A variety of conventional explanations are usually advanced to explain why statutory law reform often does not have the intended outcome. These include people’s ignorance of the law, insufficient enforcement capacities of the state, and people’s perception that the reformed statutory laws are in violation of their customary practices and beliefs. Moroccan women’s groups have argued along similar lines. They in particular criticized the state for not carrying out sufficient awareness campaigns, which in turn left people uninformed about the new provisions. Islamist women’s groups have made similar claims. (…) The state has taken several measures to guarantee a better application of the family code which is, among other things, exemplified by the institutionalization of the social assistant, a judicial auxiliary that was established in cooperation with UN Women. The involvement of international actors in the implementation process of family law in Morocco stands in sharp contrast with the Jordanian experience, where actors like UN Women have not been involved in this process.

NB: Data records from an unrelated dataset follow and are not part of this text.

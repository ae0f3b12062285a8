import { useMutation, useQueryClient } from "@tanstack/react-query";
import type { z } from "zod";
import type { decisionInput } from "../../../../shared/schemas/moderation";
import type { StripStatus } from "../../../../shared/schemas/strips";
import { api, isApiError } from "../../../lib/api-client";
import { reviewKeys } from "./keys";

export type Decision = z.output<typeof decisionInput>;
export type DecisionResult = { id: number; status: StripStatus; version: number };

/** POST /api/strips/:id/decisions. A stale `expectedVersion` is answered 409 "already_decided". */
export function decideStrip(id: number, decision: Decision): Promise<DecisionResult> {
  return api.post<DecisionResult>(`/api/strips/${id}/decisions`, decision);
}

/** True when another moderator (or the author) changed the strip first. */
export function isAlreadyDecided(error: unknown): boolean {
  return isApiError(error) && error.status === 409;
}

export function useDecideStrip() {
  const queryClient = useQueryClient();
  return useMutation({
    mutationFn: ({ id, decision }: { id: number; decision: Decision }) => decideStrip(id, decision),
    meta: { errorsShownInline: true },
    onSettled: (_data, error) => {
      // After a success the strip leaves the queue; after a 409 the queue shows what changed.
      if (!error || isAlreadyDecided(error)) void queryClient.invalidateQueries({ queryKey: reviewKeys.queue() });
      if (!error) void queryClient.invalidateQueries({ queryKey: reviewKeys.logs() });
    },
  });
}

However, the sole focus on enforcement capacities leaves other factors that explain why the law works differently than expected underexplored. As will be seen, different parts of the state have taken very different approaches to the 2004 family law. Different agencies of the state have emphasized and rejected different concepts contained within the 2004 law. The state is therefore not acting as a homogeneous actor, enforcing one normative order against cultural resistance from society. Instead, different state actors are themselves actively involved in the production and preservation of multiple normativities. (…) The multiple interpretations of the 2004 law are greatly facilitated by the law’s ambiguity. Marriage guardianship has not been abolished but made optional. Minor marriage and polygyny have not been outlawed but have been made conditional in the case of the former and, with respect to the latter, put under tighter state control. (…) Two types of “street-level bureaucrats” interpreted the 2004 law differently: the social assistant (al-musāʿid al-ijtimāʿī), a judicial auxiliary, and the ʿulamaʾ of the Rabita Mohammedia des Oulémas du Maroc, a state religious institution. Beyond the state level, two women’s groups—the secular Association Démocratique des Femmes du Maroc (ADFM) and the Islamist Organization for the Renewal of the Female Consciousness (ORCF) teach the family law to their constituencies in very different ways.

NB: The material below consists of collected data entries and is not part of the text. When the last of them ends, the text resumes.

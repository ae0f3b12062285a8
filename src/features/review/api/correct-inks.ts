import { useMutation, useQueryClient } from "@tanstack/react-query";
import type { z } from "zod";
import type { inkCorrectionInput } from "../../../../shared/schemas/moderation";
import { api, isApiError } from "../../../lib/api-client";
import { reviewKeys } from "./keys";

export type InkCorrection = z.output<typeof inkCorrectionInput>;

/** PUT /api/strips/:id/inks: the new ink order; the bands are tagged again and the author told. */
export function correctInks(id: number, input: InkCorrection): Promise<{ id: number; version: number }> {
  return api.put<{ id: number; version: number }>(`/api/strips/${id}/inks`, input);
}

export function useCorrectInks() {
  const queryClient = useQueryClient();
  return useMutation({
    mutationFn: ({ id, input }: { id: number; input: InkCorrection }) => correctInks(id, input),
    meta: { errorsShownInline: true },
    onSettled: (_data, error) => {
      if (!error || (isApiError(error) && error.status === 409)) void queryClient.invalidateQueries({ queryKey: reviewKeys.queue() });
      if (!error) void queryClient.invalidateQueries({ queryKey: reviewKeys.logs() });
    },
  });
}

Since the mid–2000s, the Moroccan government has more closely cooperated with international actors, mainly UN Women (formerly UNIFEM), to guarantee a “better” implementation of the family law. The position of the social assistant had already been referred to in the 2004 family code, but the profession was not previously operationalized, leading to complaints by women’s groups. Many members of women’s groups have worked for the UN in Morocco. (…) By shaping the agenda of an international organization like UN Women in Morocco and due to the responsiveness of the Moroccan government to these international actors, the secular women’s movement was thereby able to implement some of its demands.

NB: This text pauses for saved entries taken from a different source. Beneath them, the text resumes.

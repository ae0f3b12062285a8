import { useMutation } from "@tanstack/react-query";
import type { z } from "zod";
import type { reportInput } from "../../../../shared/schemas/moderation";
import { api } from "../../../lib/api-client";

export type StripReport = z.output<typeof reportInput>;
export type ReportReceipt = { received: boolean; held: boolean };

/** POST /api/strips/:id/reports → 201. 409 already reported, 422 one's own strip, 403 suspended. */
export function reportStrip(stripId: number, report: StripReport): Promise<ReportReceipt> {
  return api.post<ReportReceipt>(`/api/strips/${stripId}/reports`, report);
}

export function useReportStrip(stripId: number) {
  return useMutation({
    mutationFn: (report: StripReport) => reportStrip(stripId, report),
    meta: { errorsShownInline: true },
  });
}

The cooperation between the Moroccan government and international actors is exemplified by the creation of the position of the social assistant (al-musāʿid al-ijtimāʿī). The social assistant is a judicial auxiliary, employed by the Ministry of Justice, who is based in the family law section of a court. According to the guidelines formulated by the Moroccan Ministry of Justice to clarify and define the tasks, qualifications, and competences of all civil servants, the social assistant is intended to facilitate the work of the judge. He or she (currently the overwhelming majority of social assistants is female) conducts social inquiries by interviewing people in cases of kafāla (a type of foster care system), the marriage of minors, the marriage of mentally disabled people, custody cases, and polygyny. The report of the social assistant is intended to give the judge a better idea of the social circumstances of the case, so that the judge can make a more informed decision.
The institutionalization of the social assistant by the state is based on a pilot project carried out by UN Women (then UNIFEM) in 2008. UNIFEM recruited and trained social assistants to operate at the family court in Tangier. The project was then evaluated as successful, and the Moroccan government formally decided to include the position of social assistant in the 2011 national budget. The state will continue to recruit hundreds of social assistants each year until courts in bigger cities have two to three social assistants and tribunals in smaller cities have one social assistant. The social assistant is thus a street–level bureaucrat in–the–making. (…)
It is relatively easy for a (semi-)authoritarian regime to issue laws that express the view of politically dominant actors, since it dominates and controls the political organs responsible for these processes. But it then requires cooperation from both various state agencies and non-state actors to implement these policies. This is why the law–making process is more straight–forward and often determined from above as was the case in Morocco, whereas the law–implementation process is not.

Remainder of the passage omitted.